As used herein in the specification and in the claims, “or” should be understood to have the same meaning as “and/or” as defined above. For example, when separating items in a list, “or” or “and/or” shall be interpreted as being inclusive, i.e., the inclusion of at least one, but also including more than one, of a number or list of elements, and, optionally, additional unlisted items. Only terms clearly indicated to the contrary, such as “only one of” or “exactly one of,” or, when used in the claims, “consisting of,” will refer to the inclusion of exactly one element of a number or list of elements. In general, the term “or” as used herein shall only be interpreted as indicating exclusive alternatives (i.e. “one or the other but not both”) when preceded by terms of exclusivity, such as “either,” “one of,” “only one of,” or “exactly one of.”

As used herein in the specification and in the claims, the phrase “at least one,” in reference to a list of one or more elements, should be understood to mean at least one element selected from any one or more of the elements in the list of elements, but not necessarily including at least one of each and every element specifically listed within the list of elements and not excluding any combinations of elements in the list of elements. This definition also allows that elements may optionally be present other than the elements specifically identified within the list of elements to which the phrase “at least one” refers, whether related or unrelated to those elements specifically identified.
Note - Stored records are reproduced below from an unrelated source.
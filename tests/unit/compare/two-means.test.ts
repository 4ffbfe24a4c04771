import { describe, expect, it } from "vitest";
import { groupOf, pooledT, repeatabilityLimit, welch } from "@/lib/compare/band/two-means";
import { orderLeakage } from "@/lib/compare/plan/order-leakage";
import { smallestDelta } from "@/lib/compare/plan/plan-twins";
import { normalCdf, normalQuantile, tQuantile } from "@/lib/signal/distributions";
import { checkValue, checkValues } from "../../support/check-values";
import { runsPerSide } from "../../support/runs-per-side";

const relative = (got: number | undefined, expected: number, tolerance: number) =>
  expect(Math.abs((got ?? Number.NaN) / expected - 1)).toBeLessThanOrEqual(tolerance);

describe("Two means (R documentation, NIST/SEMATECH e-Handbook, scipy documentation)", () => {
  it.each([
    // R's t.test takes the first group minus the second.
    ["cmp.welch.sleep", "b", "a"],
    ["cmp.welch.runs", "A", "B"],
  ])("%s", (id, from, to) => {
    const { inputs, expected, tolerance } = checkValue(id);
    const got = welch(groupOf(inputs[from]), groupOf(inputs[to]));
    relative(got?.t, expected.t, tolerance.rel);
    relative(got?.df, expected.df, tolerance.rel);
    relative(got?.low, expected.lo95, tolerance.rel);
    relative(got?.high, expected.hi95, tolerance.rel);
    relative(got?.p, expected.p, tolerance.rel);
  });

  it("scipy documentation: pooled and Welch (scipy tests a − b, here b − a)", () => {
    const pooled = checkValue("cmp.student.scipydoc");
    const [a, b] = [groupOf(pooled.inputs.a), groupOf(pooled.inputs.b)];
    relative(-(pooledT(a, b)?.t ?? 0), pooled.expected.t, 1e-10);
    relative(pooledT(a, b)?.p, pooled.expected.p, 1e-10);
    const unequal = checkValue("cmp.welch.scipydoc").expected;
    relative(-(welch(a, b)?.t ?? 0), unequal.t, 1e-9);
    relative(welch(a, b)?.df, unequal.df, 1e-9);
  });

  it("AUTO83B from its summary (first minus second)", () => {
    const { inputs, expected, tolerance } = checkValue("cmp.welch.auto83b");
    const first = { n: inputs.n1, mean: inputs.m1, sd: inputs.s1 };
    const second = { n: inputs.n2, mean: inputs.m2, sd: inputs.s2 };
    const within = (got: number | undefined, value: number) =>
      expect(Math.abs((got ?? Number.NaN) - value)).toBeLessThanOrEqual(tolerance.abs);
    within(welch(second, first)?.t, expected.t_welch);
    within(welch(second, first)?.df, expected.df_welch);
    within(pooledT(second, first)?.t, expected.t_pooled);
    expect(pooledT(second, first)?.df).toBe(expected.df_pooled);
  });

  it("says nothing about a group of one or values without spread", () => {
    expect(welch(groupOf([1]), groupOf([2, 3]))).toBeNull();
    expect(welch(groupOf([1, 1]), groupOf([2, 2]))).toBeNull();
  });
});

describe("Planning (scipy noncentral t)", () => {
  for (const value of checkValues("cmp.n.")) {
    it(value.id, () => {
      const d = value.inputs.delta_over_sd;
      relative(2 * ((normalQuantile(0.975) + normalQuantile(0.8)) / d) ** 2, value.expected.n_z, 1e-9);
      expect(runsPerSide(d)).toBe(value.expected.n_t);
    });
  }
  for (const value of checkValues("cmp.mdd.")) {
    it(value.id, () => {
      const n = value.inputs.n_per_arm;
      const df = 2 * n - 2;
      const got = smallestDelta(df, tQuantile(0.975, df), 0.8) * Math.sqrt(2 / n);
      expect(Math.abs(got - value.expected.mdd_in_sd)).toBeLessThanOrEqual(value.tolerance.abs);
    });
  }
  it("90 % power needs 23, 11, 7, 4 runs a side for d 1, 1.5, 2, 3 (measurement notes, scipy)", () => {
    expect([1, 1.5, 2, 3].map((d) => runsPerSide(d, 0.05, 0.9))).toEqual([23, 11, 7, 4]);
  });
  it.each([10, 50, 100])("critical values for %d comparisons", (count) => {
    const { expected } = checkValue(`cmp.crit.K${count}`);
    relative(normalQuantile(1 - (1 - 0.95 ** (1 / count)) / 2), expected.sidak_z, 1e-9);
    relative(normalQuantile(1 - 0.05 / (2 * count)), expected.bonf_z, 1e-9);
    relative(tQuantile(1 - 0.05 / (2 * count), 8), expected.bonf_t8, 1e-9);
  });
  it("maps a Gaussian critical value to t", () => {
    const { inputs, expected } = checkValue("cmp.maxt.map");
    relative(tQuantile(normalCdf(inputs.c), inputs.df), expected.c_t, 1e-9);
  });
  it("repeatability limit of ISO 5725-6", () => {
    const { expected } = checkValue("cmp.repeatability");
    relative(repeatabilityLimit(1, null), expected.exact, 1e-9);
    relative(repeatabilityLimit(1, 5), expected.t_based_df5, 1e-9);
  });
});

describe("Order of the runs", () => {
  for (const value of checkValues("cmp.order.")) {
    it(value.id, () => {
      const sides = [...(value.inputs.order as string)].map((s) =>
        s === "A" ? ("A" as const) : ("B" as const),
      );
      for (const degree of [1, 2, 3]) {
        expect(orderLeakage(sides, degree)).toBeCloseTo(value.expected[`p${degree}`], 10);
      }
    });
  }
  for (const value of checkValues("cmp.drift.")) {
    it(`${value.id}: plain means pick up drift`, () => {
      const sides = [...(value.inputs.order as string)].map((s) =>
        s === "A" ? ("A" as const) : ("B" as const),
      );
      expect(1.5 + 0.4 * orderLeakage(sides, 1)).toBeCloseTo(value.expected.estimate, 9);
    });
  }
});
It should also be understood that, unless clearly indicated to the contrary, in any methods claimed herein that include more than one step or act, the order of the steps or acts of the method is not necessarily limited to the order in which the steps or acts of the method are recited.
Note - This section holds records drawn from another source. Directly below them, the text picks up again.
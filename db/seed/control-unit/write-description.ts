import {
  type Axis,
  type FunctionName,
  type Item,
  pointsOf,
  SHARED_AXES,
  SPREAD_MOST_PAIRS,
} from "@/db/seed/control-unit/item";
import {
  addressOf,
  ITEMS,
  MEMORY,
  type Part,
  partsOf,
  partsOfAxis,
  SPREAD_PARTS,
} from "@/db/seed/control-unit/place";
import { SCALE_TABLES, SCALES, type Scale } from "@/db/seed/control-unit/scales";

const FUNCTIONS: Readonly<Record<FunctionName, string>> = {
  Boost: "Pressure in the manifold: asking for it and building it up",
  Fuel: "Air ratio, injection and the protection that rests on it",
  Ignition: "Ignition, knock and coils",
  Torque: "What the driver asks for and what the engine may give",
  Limiter: "Ends of speed and torque",
};

const hex = (address: number) => `0x${address.toString(16).toUpperCase()}`;
const quoted = (text: string) => `"${text}"`;

/** A record layout by what lies in it; equal records share one. */
interface Layout {
  name: string;
  lines: readonly string[];
}

function layoutOf(parts: readonly Part[], byColumn = false): Layout {
  const lines = parts.map(({ keyword, type }, at) => {
    const position = at + 1;
    if (keyword === "FNC_VALUES")
      return `${keyword} ${position} ${type} ${byColumn ? "COLUMN_DIR" : "ROW_DIR"} DIRECT`;
    if (keyword === "RESERVED") return `${keyword} ${position} BYTE`;
    if (keyword.startsWith("AXIS_RESCALE"))
      return `${keyword} ${position} ${type} ${SPREAD_MOST_PAIRS} INDEX_INCR DIRECT`;
    if (keyword.startsWith("AXIS_PTS")) return `${keyword} ${position} ${type} INDEX_INCR DIRECT`;
    return `${keyword} ${position} ${type}`;
  });
  const types = parts.filter(({ keyword }) => !keyword.startsWith("NO_")).map(({ type }) => type.slice(0, 2));
  const kind = parts.at(-1)?.keyword === "FNC_VALUES" ? "Values" : parts === SPREAD_PARTS ? "Spread" : "Axis";
  return { name: `${kind}_${types.join("_")}${byColumn ? "_columns" : ""}`, lines };
}

const itemLayout = (item: Item) => layoutOf(partsOf(item), item.byColumn);

function axisLines(axis: Axis): string[] {
  const words = {
    own: "STD_AXIS",
    shared: "COM_AXIS",
    fixed: "FIX_AXIS",
    rescaled: "RES_AXIS",
    curve: "CURVE_AXIS",
  };
  const most = axis.kind === "shared" ? SHARED_AXES[axis.name].most : pointsOf(axis).length;
  const scale = axis.kind === "curve" ? "NO_COMPU_METHOD" : axis.scale;
  const rests: string[] = [];
  if (axis.kind === "fixed") rests.push(axis.rule);
  if (axis.kind === "shared" || axis.kind === "rescaled") rests.push(`AXIS_PTS_REF ${axis.name}`);
  if (axis.kind === "curve") rests.push(`CURVE_AXIS_REF ${axis.name}`);
  return [
    `/begin AXIS_DESCR ${words[axis.kind]} ${axis.quantity} ${scale} ${most} ${axis.limits.join(" ")}`,
    ...rests.map((line) => `  ${line}`),
    "/end AXIS_DESCR",
  ];
}

const typeOf = ({ axes = [], dims, characters }: Item) =>
  characters ? "ASCII" : dims ? "VAL_BLK" : (["VALUE", "CURVE", "MAP", "CUBOID"] as const)[axes.length];

function itemLines(item: Item): string[] {
  const {
    name,
    text,
    scale,
    limits,
    extended,
    axes = [],
    dims,
    characters,
    derived,
    bitMask,
    readOnly,
  } = item;
  const address = derived?.kind === "virtual" ? "0x0" : hex(addressOf(name));
  const options: string[] = [`FORMAT "%8.${SCALES[scale].decimals}"`];
  if (extended) options.push(`EXTENDED_LIMITS ${extended.join(" ")}`);
  if (dims) options.push(`MATRIX_DIM ${dims.join(" ")}`);
  if (characters) options.push(`NUMBER ${characters.bytes}`);
  if (bitMask !== undefined) options.push(`BIT_MASK ${hex(bitMask)}`);
  if (readOnly) options.push("READ_ONLY");
  if (derived) {
    const keyword = derived.kind === "virtual" ? "VIRTUAL_CHARACTERISTIC" : "DEPENDENT_CHARACTERISTIC";
    options.push(`/begin ${keyword} ${quoted(derived.formula)} ${derived.inputs.join(" ")} /end ${keyword}`);
  }
  return [
    `/begin CHARACTERISTIC ${name} ${quoted(text)}`,
    `  ${typeOf(item)} ${address} ${itemLayout(item).name} 0 ${scale} ${limits.join(" ")}`,
    ...[...options, ...axes.flatMap(axisLines)].map((line) => `  ${line}`),
    "/end CHARACTERISTIC",
  ];
}

function sharedAxisLines(): string[] {
  const own = Object.entries(SHARED_AXES).map(([name, { text, quantity, scale, most, limits }]) => {
    const { name: layout } = layoutOf(partsOfAxis(name as keyof typeof SHARED_AXES));
    return `/begin AXIS_PTS ${name} ${quoted(text)} ${hex(addressOf(name))} ${quantity} ${layout} 0 ${scale} ${most} ${limits.join(" ")} /end AXIS_PTS`;
  });
  const spread = "Axis.Speed_spread";
  return [
    ...own,
    `/begin AXIS_PTS ${spread} "engine speed, few cells where little happens" ${hex(addressOf(spread))} engine_speed ${layoutOf(SPREAD_PARTS).name} 0 Speed_rpm ${SPREAD_MOST_PAIRS} 0 8000 /end AXIS_PTS`,
  ];
}

function layoutLines(): string[] {
  const axes = (Object.keys(SHARED_AXES) as (keyof typeof SHARED_AXES)[]).map((name) =>
    layoutOf(partsOfAxis(name)),
  );
  const layouts = [...ITEMS.map(itemLayout), ...axes, layoutOf(SPREAD_PARTS)];
  const unique = new Map(layouts.map((layout) => [layout.name, layout]));
  return Array.from(
    unique.values(),
    ({ name, lines }) => `/begin RECORD_LAYOUT ${name} ${lines.join(" ")} /end RECORD_LAYOUT`,
  );
}

function scaleLines(): string[] {
  const scales: [string, Scale][] = Object.entries(SCALES);
  return scales.map(
    ([name, { text, unit, decimals, method }]) =>
      `/begin COMPU_METHOD ${name} ${quoted(text)} ${method.type} "%8.${decimals}" ${quoted(unit)} ${method.rest} /end COMPU_METHOD`,
  );
}

/** What moves along the axes, each once, in the unit of its first axis. */
function measurementLines(): string[] {
  const quantities = new Map(ITEMS.flatMap(({ axes = [] }) => axes.map((axis) => [axis.quantity, axis])));
  return Array.from(quantities.values(), ({ quantity, scale, limits }) => {
    const words = quantity.replaceAll("_", " ");
    return `/begin MEASUREMENT ${quantity} ${quoted(words)} UWORD ${scale} 0 0 ${limits.join(" ")} /end MEASUREMENT`;
  });
}

function functionLines(): string[] {
  return Object.entries(FUNCTIONS).map(([name, text]) => {
    const members = ITEMS.filter(({ fn }) => fn === name).map((item) => item.name);
    return `/begin FUNCTION ${name} ${quoted(text)} /begin DEF_CHARACTERISTIC ${members.join(" ")} /end DEF_CHARACTERISTIC /end FUNCTION`;
  });
}

function memoryLines(): string[] {
  const segment = (what: { name: string; address: number; length: number }, type: string, text: string) =>
    `  /begin MEMORY_SEGMENT ${what.name} ${quoted(text)} ${type} FLASH INTERN ${hex(what.address)} ${hex(what.length)} -1 -1 -1 -1 -1 /end MEMORY_SEGMENT`;
  const { code, data, epk } = MEMORY;
  return [
    '/begin MOD_COMMON "invented" BYTE_ORDER MSB_LAST ALIGNMENT_BYTE 1 ALIGNMENT_WORD 2 ALIGNMENT_LONG 4 ALIGNMENT_FLOAT32_IEEE 4 /end MOD_COMMON',
    `/begin MOD_PAR "invented" EPK ${quoted(epk.text)} ADDR_EPK ${hex(epk.address)}`,
    segment(code, "CODE", "what the unit does"),
    segment(data, "DATA", "what it does it by"),
    "/end MOD_PAR",
  ];
}

/** The description of the invented control unit, ASAP2 1.6, UTF-8 with unix line ends. Same input, same bytes. */
export function writeDescription(): Buffer {
  const body = [
    ...memoryLines(),
    ...scaleLines(),
    ...SCALE_TABLES,
    ...layoutLines(),
    ...measurementLines(),
    ...sharedAxisLines(),
    ...ITEMS.flatMap(itemLines),
    ...functionLines(),
  ];
  const lines = [
    "/* A control unit that nobody builds, described for the sample data. */",
    "ASAP2_VERSION 1 61",
    '/begin PROJECT Marlin_sample "Sample data: an invented control unit"',
    '  /begin MODULE Engine "Engine of the Marlin hatch 2.0 turbo (invented)"',
    ...body.map((line) => `    ${line}`),
    "  /end MODULE",
    "/end PROJECT",
  ];
  return Buffer.from(`${lines.join("\n")}\n`, "utf8");
}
In the claims, as well as in the specification above, all transitional phrases such as “comprising,” “including,” “carrying,” “having,” “containing,” “involving,” “holding,” “composed of,” and the like are to be understood to be open-ended, i.e., to mean including but not limited to. Only the transitional phrases “consisting of” and “consisting essentially of” shall be closed or semi-closed transitional phrases, respectively.

While several inventive embodiments have been described and illustrated herein, those of ordinary skill in the art will readily envision a variety of other means and/or structures for performing the function and/or obtaining the results and/or one or more of the advantages described herein, and each of such variations and/or modifications is deemed to be within the scope of the inventive embodiments described herein. More generally, those skilled in the art will readily appreciate that all parameters, dimensions, materials, and configurations described herein are meant to be exemplary and that the actual parameters, dimensions, materials, and/or configurations will depend upon the specific application or applications for which the inventive teachings is/are used. Those skilled in the art will recognize, or be able to ascertain using no more than routine experimentation, many equivalents to the specific inventive embodiments described herein. It is, therefore, to be understood that the foregoing embodiments are presented by way of example only and that, within the scope of the appended claims and equivalents thereto, inventive embodiments may be practiced otherwise than as specifically described and claimed. Inventive embodiments of the present disclosure are directed to each individual feature, system, article, material, kit, and/or method described herein. In addition, any combination of two or more such features, systems, articles, materials, kits, and/or methods, if such features, systems, articles, materials, kits, and/or methods are not mutually inconsistent, is included within the inventive scope of the present disclosure.